Travaillant à temps plein pour une entreprise de services en TI à l'extérieur de Huntingdon, elle ne peut consacrer autant de temps à l'entreprise de ses fils. Elle s'occupe des comptes, des déclarations fiscales et des ventes en ligne, mais ils s'occupent de la gestion quotidienne du magasin.
Sur le plan financier, il est toujours resté dans le noir, bien que les frères ne touchent qu'un petit salaire.
Bien sûr, la majorité des clients qui viennent au magasin ne sont pas autistes. Mais les frères reçoivent un flux constant de clients, hommes et femmes, des jeunes enfants aux retraités. Ces personnes peuvent délibérément rechercher le magasin en raison de sa réputation d'offrir une expérience d'accueil.
"Le fait d'être nous-mêmes sur le spectre autistique nous aide beaucoup à traiter avec les personnes neurodiversifiées, dit Adam.
Ce ne sont pas tous les clients autistes qui veulent discuter de leur état, mais les frères sont bons pour repérer les signes.
"C'est une chose instinctive", dit Adam.
"C'est peut-être le ton de la voix, le mouvement de la main, dit Guy. "De petits détails que la plupart des gens n'apprendront pas et que j'ai peut-être compris : frottement des doigts, agitation, ou juste un sentiment de distraction."
Le magasin a été aménagé en fonction de ces clients. Les personnes autistes ressentent très vivement les textures, les sons et la lumière, au point de devenir accablantes.
"Nous nous assurons qu'il n'y a pas trop de distractions et nous sommes conscients que les personnes atteintes d'autisme peuvent avoir des intérêts très spécifiques ", dit Adam.
L'une des raisons pour lesquelles la boutique s'appelle Niche est qu'elle possède des coins et recoins où les clients peuvent se retirer pour lire en toute tranquillité, loin des stimulations sensorielles indésirables.
Une fois que le magasin s'est établi, les frères ont également commencé à tendre la main aux personnes atteintes d'autisme au-delà du magasin.
Il y a trois ans, Adam a commencé à donner des conférences à des jeunes qui ont des difficultés d'apprentissage.
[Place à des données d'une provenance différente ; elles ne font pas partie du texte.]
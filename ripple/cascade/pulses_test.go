package cascade

import (
	"math"
	"testing"

	"pgregory.net/rapid"

	"kilovet/hv/chance"
	"kilovet/hv/quantity"
)

// pulsed brings a half-wave ladder to its steady state pulse by pulse from near it,
// finding at every pulse which diodes conduct; the load takes half a period's charge
// in between. It knows nothing of the closed forms but the start.
func pulsed(t *rapid.T, c Cascade, load quantity.Current) (top, beforeFall, afterFall, end quantity.Voltage, l *ladder) {
	l = c.discharged()
	for k := range l.coupling {
		l.coupling[k], l.smoothing[k] = float64(c.rung()), float64(c.rung())
	}
	l.coupling[0] /= 2
	half := float64(load) / float64(c.Frequency) / 2
	discharge := func() {
		for k := range l.smoothing {
			l.smoothing[k] -= half / float64(c.Smoothing[k])
		}
	}
	for range 200_000 {
		discharge()
		l.positive()
		was := top
		top = l.output()
		discharge()
		beforeFall = l.output()
		l.negative()
		afterFall = l.output()
		end = afterFall - quantity.Voltage(half*sumOfElastance(c))
		if math.Abs(float64(top-was)) < 1e-13*float64(c.Peak) {
			return
		}
	}
	t.Fatal("no steady state")
	return
}

func sumOfElastance(c Cascade) float64 {
	var sum float64
	for _, s := range c.Smoothing {
		sum += 1 / float64(s)
	}
	return sum
}

// Closed forms against pulses, any capacitors: every level of the output wave-form.
func TestClosedFormsAgainstPulses(t *testing.T) {
	chance.Check(t, func(t *rapid.T) {
		c := anyCascade(t)
		c.Symmetrical = false
		n := min(c.Stages(), 5)
		c.Coupling, c.Smoothing = c.Coupling[:n], c.Smoothing[:n]
		load := anyLoad(t, c)
		s := c.climb(load)
		top, before, after, end, l := pulsed(t, c, load)
		w := s.Ripple
		for i, got := range []quantity.Voltage{top, before, after, end} {
			_, b, a, e := w.corners()
			want := s.Output.Maximum + []quantity.Voltage{0, b, a, e}[i]
			if math.Abs(float64(got-want)) > 1e-7*float64(s.NoLoad) {
				t.Errorf("level %d of the output: %g, want %g", i, got, want)
			}
		}
		for k := range l.coupling {
			if math.Abs(l.coupling[k]-float64(s.Coupling[k].Maximum)) > 1e-7*float64(s.NoLoad) {
				t.Errorf("coupling capacitor %d after the negative peak: %g, want %g", k+1, l.coupling[k], s.Coupling[k].Maximum)
			}
		}
	})
}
En conséquence, certains enseignants ont réalisé que les romans graphiques étaient un excellent moyen d'atteindre les gens sur le spectre.
S'appuyant sur ces liens, les frères ont commencé à recevoir régulièrement des "références" d'écoles et de collèges pour des expériences de travail.
L'idée est que les personnes handicapées peuvent pratiquer leur vie professionnelle dans un espace sûr.
C'est une façon pour l'atelier de servir la communauté, dit Angela, en offrant des possibilités que des employeurs moins sympathiques ne le feraient pas.
"Les handicaps cachés de la communication et de l'autisme sont oubliés ou négligés par de nombreuses personnes ", dit-elle.
"Les individus sur le spectre peuvent s'exprimer, avoir des opinions, être d'excellents résolveurs de problèmes, mais aussi être incroyablement fiables."
Bref, d'excellents employés, si on leur donne le bon soutien.
Les jeunes en stage sont d'abord mis à l'écart, souvent en triant les bandes dessinées à l'arrière de l'atelier, ce qui est répétitif et méthodique. Ils finiront par travailler derrière la caisse.
"Après quelques jours, dit Angela, les gens qui ne communiquaient peut-être pas du tout sortent d'eux-mêmes et commencent à s'engager.
"C'est la joie, de voir le changement."
Sept ans plus tard, Angela est heureuse d'avoir pris le risque d'aider ses fils à créer leur boutique de rêve.
"Si j'avais su ce que je sais maintenant, j'aurais dû creuser profondément pour aller de l'avant ", dit-elle.
"Mais c'était la bonne décision. Ce magasin a une âme."